The choice of secondary antibodies should also be adjusted to eliminate possible non-specific binding. For example, widely used goat anti-rabbit secondary antibodies would recognize rabbit anti-mouse antibodies and produce non-specific staining in multiplex IF experiments that include primary antibodies produced in goat. Again, this is an important aspect of any multi-antigen staining and often is neglected as the major attention is focused on the primary antibody specificity and clonality.

The staining approach we describe in this article allows researchers to utilize both paraffin sections and cryosections. Our experience suggests that IF staining could be carried with paraffin sections from clinical specimens, even archived. That widens opportunities for assessment of a large number of tissues with well-preserved morphology, including clinically important human tissue specimens. While we presented here IF staining of formalin fixed paraffin-embedded tissues, using the same protocols we have successfully stained frozen tissues, as well as fixed cells.

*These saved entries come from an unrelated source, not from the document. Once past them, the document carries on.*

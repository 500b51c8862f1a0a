//go:build !purego

package draw

import (
	"encoding/binary"
	"math/bits"

	"golang.org/x/sys/cpu"
)

// lanes is how many draws of a column the kernels in assembly take at once, by
// the operations of the scalar functions. The build tag purego leaves them out.
const lanes = 8

// stride is how many exponentials one call of a kernel draws at most.
const stride = 512

// laneNumbers is what the kernels compute with, in the order of lanes_amd64.s.
type laneNumbers struct {
	names         [lanes]uint64 // multiples of phi
	step          uint64        // from one block of names to the next
	first, second uint64        // of mix
	half, unit    float64       // of uniform
	layer         uint64        // the bits of a layer, times its 16 bytes
}

const all = 1<<64 - 1

var numbers = laneNumbers{
	names: [lanes]uint64{0, phi, 2 * phi & all, 3 * phi & all, 4 * phi & all, 5 * phi & all, 6 * phi & all, 7 * phi & all},
	step:  lanes * phi & all,
	first: finalFirst, second: finalSecond,
	half: nearlyHalf, unit: unit53,
	layer: 255 << 4,
}

// uniformLanes sets whole blocks of dst to the uniforms of objects named
// name, name + phi, ...; turned as in Uniforms.
//
//go:noescape
func uniformLanes(dst []float64, name, turned uint64, c *laneNumbers)

// exponentialLanes sets whole blocks of dst to exponentials likewise. A bit of
// outside tells of each draw whether it fell outside the inner part of its
// layer, so that it is not yet right. At most stride draws.
//
//go:noescape
func exponentialLanes(dst []float64, name, turned uint64, c *laneNumbers, table *[256]layer, outside *[stride / lanes]uint8)

// haveLanes reports whether this processor has the instructions of the kernels.
func haveLanes() bool { return cpu.X86.HasAVX512F && cpu.X86.HasAVX512DQ }

// uniformBlocks does what the kernel can of a column and returns how much.
func uniformBlocks(dst []float64, name, turned uint64) (done int) {
	if !haveLanes() {
		return 0
	}
	uniformLanes(dst, name, turned, &numbers)
	return len(dst) &^ (lanes - 1)
}

// exponentialBlocks does what the kernel can of a column and returns how much.
func exponentialBlocks(dst []float64, name, turned uint64) (done int) {
	if !haveLanes() {
		return 0
	}
	dst = dst[:len(dst)&^(lanes-1)]
	for first := 0; first < len(dst); first += stride {
		var out [stride / lanes]uint8
		exponentialLanes(dst[first:min(first+stride, len(dst))], name+uint64(first)*phi, turned, &numbers, &layerTable, &out)
		for word := 0; word < len(out); word += 8 {
			for set := binary.LittleEndian.Uint64(out[word:]); set != 0; set &= set - 1 {
				i := first + word*lanes + bits.TrailingZeros64(set)
				z := mix(name+uint64(i)*phi) ^ turned
				dst[i] = outside(z, mix(z))
			}
		}
	}
	return len(dst)
}
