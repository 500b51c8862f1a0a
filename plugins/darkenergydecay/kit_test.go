package darkenergydecay_test

import (
	"testing"

	"wane/plugins/darkenergydecay"
	"wane/sim/law/lawtest"
)

func TestKitNone(t *testing.T) { lawtest.Run(t, darkenergydecay.None()) }
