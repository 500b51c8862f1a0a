//go:build !purego

#include "textflag.h"

// MIX is mix of every element of x.
#define MIX(x) \
	VPSRLQ $30, x, Z2; \
	VPXORQ Z2, x, x; \
	VPMULLQ Z19, x, x; \
	VPSRLQ $27, x, Z2; \
	VPXORQ Z2, x, x; \
	VPMULLQ Z20, x, x; \
	VPSRLQ $31, x, Z2; \
	VPXORQ Z2, x, x

// BEGIN spreads the arguments that both functions have.
#define BEGIN \
	MOVQ dst_base+0(FP), DI; \
	MOVQ dst_len+8(FP), CX; \
	VPBROADCASTQ name+24(FP), Z16; \
	VPBROADCASTQ turned+32(FP), Z17; \
	MOVQ c+40(FP), DX; \
	VPADDQ 0(DX), Z16, Z16; \        // the names of eight objects
	VPBROADCASTQ 64(DX), Z18; \      // to the next eight
	VPBROADCASTQ 72(DX), Z19; \      // finalFirst
	VPBROADCASTQ 80(DX), Z20; \      // finalSecond
	VBROADCASTSD 88(DX), Z21; \      // nearlyHalf
	VBROADCASTSD 96(DX), Z22         // unit53

// func uniformLanes(dst []float64, name, turned uint64, c *laneNumbers)
TEXT ·uniformLanes(SB), NOSPLIT, $0-48
	BEGIN
	SUBQ $8, CX
	JLT  end

block:
	VMOVDQA64 Z16, Z0
	VPADDQ Z18, Z16, Z16
	MIX(Z0)
	VPXORQ Z17, Z0, Z0                // z
	MIX(Z0)                           // b
	VPSRLQ $11, Z0, Z0
	VCVTQQ2PD Z0, Z0
	VADDPD Z21, Z0, Z0
	VMULPD Z22, Z0, Z0
	VMOVUPD Z0, (DI)
	ADDQ $64, DI
	SUBQ $8, CX
	JGE  block

end:
	VZEROUPPER
	RET

// func exponentialLanes(dst []float64, name, turned uint64, c *laneNumbers, table *[256]layer, outside *[stride / lanes]uint8)
TEXT ·exponentialLanes(SB), NOSPLIT, $0-64
	BEGIN
	VPBROADCASTQ 104(DX), Z23         // the bits of a layer, times 16
	MOVQ table+48(FP), R8
	MOVQ outside+56(FP), SI
	SUBQ $8, CX
	JLT  end

block:
	VMOVDQA64 Z16, Z0
	VPADDQ Z18, Z16, Z16
	MIX(Z0)
	VPXORQ Z17, Z0, Z0                // z
	MIX(Z0)                           // b

	// The rows of the table: inside to Z4, width to Z5.
	VPSLLQ $4, Z0, Z6
	VPANDQ Z23, Z6, Z6
	VPMOVQW Z6, X6
	VMOVQ X6, AX
	VPEXTRQ $1, X6, BX
	MOVWLZX AX, R9
	SHRQ $16, AX
	MOVWLZX AX, R10
	SHRQ $16, AX
	MOVWLZX AX, R11
	SHRQ $16, AX
	MOVWLZX BX, R12
	SHRQ $16, BX
	MOVWLZX BX, R13
	SHRQ $16, BX
	MOVWLZX BX, DX
	SHRQ $16, BX
	VMOVUPD (R8)(R9*1), X6
	VMOVUPD (R8)(R10*1), X7
	VINSERTF64X2 $1, (R8)(R11*1), Z6, Z6
	VINSERTF64X2 $1, (R8)(AX*1), Z7, Z7
	VINSERTF64X2 $2, (R8)(R12*1), Z6, Z6
	VINSERTF64X2 $2, (R8)(R13*1), Z7, Z7
	VINSERTF64X2 $3, (R8)(DX*1), Z6, Z6
	VINSERTF64X2 $3, (R8)(BX*1), Z7, Z7
	VUNPCKLPD Z7, Z6, Z4
	VUNPCKHPD Z7, Z6, Z5

	VPSRLQ $11, Z0, Z0                // j
	VPCMPUQ $5, Z4, Z0, K1            // not j < inside
	KMOVB K1, (SI)
	INCQ SI
	VCVTQQ2PD Z0, Z0
	VADDPD Z21, Z0, Z0
	VMULPD Z5, Z0, Z0
	VMOVUPD Z0, (DI)
	ADDQ $64, DI
	SUBQ $8, CX
	JGE  block

end:
	VZEROUPPER
	RET
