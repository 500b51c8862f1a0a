// Package darkenergydecay holds the laws of whether and when dark energy decays.
package darkenergydecay

import "wane/sim/law"

// None is an ending that never comes: dark energy never decays.
func None() law.Law {
	return law.NewIdle(law.Card{
		Process: "dark-energy-decay", Name: "none", Version: "1",
		Summary:   "dark energy never decays",
		Formula:   "cumulative hazard 0",
		Domain:    "exact if dark energy is a constant of nature",
		Sources:   []string{"Krauss, L. M. & Starkman, G. D. 2000, Astrophys. J. 531, 22"},
		Accepts:   law.Accepts{},
		Questions: []law.Question{{Name: "end", Inputs: []string{"log10_date"}}},
	})
}
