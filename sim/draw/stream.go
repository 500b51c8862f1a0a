package draw

import "math/bits"

// Odd constants: φ is 2^64 over the golden ratio; the others are fractional
// parts of square roots of 2, 3, 5 and 7 made odd, numbers with nothing up their sleeves.
const (
	phi          = 0x9e3779b97f4a7c15
	drawStep     = 0x6a09e667f3bcc909
	rejectStep   = 0xbb67ae8584caa73b
	seedSalt     = 0x3c6ef372fe94f82b
	realiseSalt  = 0xa54ff53a5f1d36f1
	fnvOffset    = 0xcbf29ce484222325
	fnvPrime     = 0x100000001b3
	finalFirst   = 0xbf58476d1ce4e5b9
	finalSecond  = 0x94d049bb133111eb
	nearlyHalf   = 0x1.fffffffffffffp-2 // the float64 below 1/2
	unit53       = 0x1p-53
	halfRotation = 32
)

// Stream is the random numbers of one process in one realisation. It is a
// value: copy it freely, use it from any number of goroutines.
type Stream struct{ key uint64 }

// New returns the stream of a process, named in words, in one realisation of
// one seed. Any seed and realisation will do, 0, 1 and 2 included.
func New(seed, realisation uint64, process string) Stream {
	h := uint64(fnvOffset)
	for i := range len(process) {
		h = (h ^ uint64(process[i])) * fnvPrime
	}
	return Stream{mix(mix(mix(seed+seedSalt)+realisation+realiseSalt) + h)}
}

// Bits returns 64 random bits.
func (s Stream) Bits(object uint64, generation, number uint32) uint64 {
	return mix(state(s.column(generation, number), object))
}

// column returns what all objects share in one draw of one generation.
func (s Stream) column(generation, number uint32) uint64 {
	return mix(s.key + (uint64(generation)<<32|uint64(number))*drawStep)
}

// state returns the hashed name of one draw. The column's key enters twice,
// so that two columns are never shifted copies of one another.
func state(column, object uint64) uint64 {
	return mix(column+object*phi) ^ bits.RotateLeft64(column, halfRotation)
}

// mix is Stafford's mixing function 13, a bijection of 64 bits.
func mix(x uint64) uint64 {
	x = (x ^ x>>30) * finalFirst
	x = (x ^ x>>27) * finalSecond
	return x ^ x>>31
}
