// Package darkenergydecay holds the laws of whether and when dark energy decays.
package darkenergydecay

import (
	"math"

	"wane/sim/law"
)

type none struct{}

// None is an ending that never comes: dark energy never decays.
func None() law.Law { return none{} }

func (none) Describe() law.Card {
	return law.Card{
		Process: "dark-energy-decay", Name: "none", Version: "1",
		Idle:      true,
		Summary:   "dark energy never decays",
		Formula:   "cumulative hazard 0",
		Domain:    "exact if dark energy is a constant of nature",
		Sources:   []string{"Krauss, L. M. & Starkman, G. D. 2000, Astrophys. J. 531, 22"},
		Accepts:   law.Accepts{},
		Questions: []law.Question{{Name: "end", Inputs: []string{"log10_date"}}},
	}
}

func (none) Answer(_ string, in law.Batch) (law.Batch, error) {
	hazard := in.NewValues()
	for i := range hazard {
		hazard[i] = math.Inf(-1)
	}
	return in.Answer(law.Numbers("log10_hazard", hazard)), nil
}
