import * as vscode from 'vscode';
import { finding, ok, open, replace, revert, until } from './harness';

interface Running {
  readonly host: 'node' | 'browser';
  readonly client: {
    serverProcess?: { pid?: number; kill(signal: string): boolean };
    sendNotification(method: string, params: unknown): Promise<void>;
  };
}

export function defineServerTests(): void {
  const extension = () => {
    const found = vscode.extensions.getExtension<Running>('lanewright.lanewright');
    ok(found, 'the extension is installed');
    return found;
  };

  describe('the server', () => {
    it('starts anew on command, with findings as before', async () => {
      const { document } = await open('lanes/camera-sled.channel.yaml');
      await until('the stub', () => finding(document.uri, 'stub-resonance'));
      await vscode.commands.executeCommand('lanewright.restartServer');
      await until('the stub again', () => finding(document.uri, 'stub-resonance'));
    });

    it('killed three times in a row: findings are back, unsaved text is intact', async function () {
      const { host, client } = await extension().activate();
      // A worker cannot be killed from outside.
      if (host === 'browser') return this.skip();
      const editor = await open('lanes/ejector.channel.yaml');
      await replace(editor, 'length: 64 mm', 'lenght: 64 mm');
      const typed = editor.document.getText();
      for (let death = 0; death < 3; death++) {
        await until('the misspelling', () => finding(editor.document.uri, 'schema'), 20_000);
        const pid = client.serverProcess?.pid;
        ok(client.serverProcess?.kill('SIGKILL'), 'the server was killed');
        await until('a new server', () => client.serverProcess?.pid !== undefined && client.serverProcess.pid !== pid);
      }
      await until('the misspelling, after three deaths', () => finding(editor.document.uri, 'schema'), 20_000);
      ok(editor.document.getText() === typed, 'the unsaved text is intact');
      await revert();
    });
  });
}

Another key aspect of our method is that the stainings are performed consecutively. That allows analysis of the results from each staining step to be performed sequentially. The most appropriate marker for the following staining could thus be identified. Importantly, slides can be digitally scanned and the data stored at any step of the sequential staining. As we demonstrate, the presented method of automated IF staining is a powerful and efficient tool that enables reproducible, reliable, high quality staining data to be obtained. Additionally, IF signals can be accurately and reliably quantitated and correlated to antigen expression levels. Such results can bring immeasurable contribution to basic and clinical research. Localization of multiple markers in the same tissue section provides unique insight about spatial, cell – type and even organelle – type specific distribution of molecules of interest. It allows deeper understanding of the tissue during development, in normal adult state, in disease and after treatment.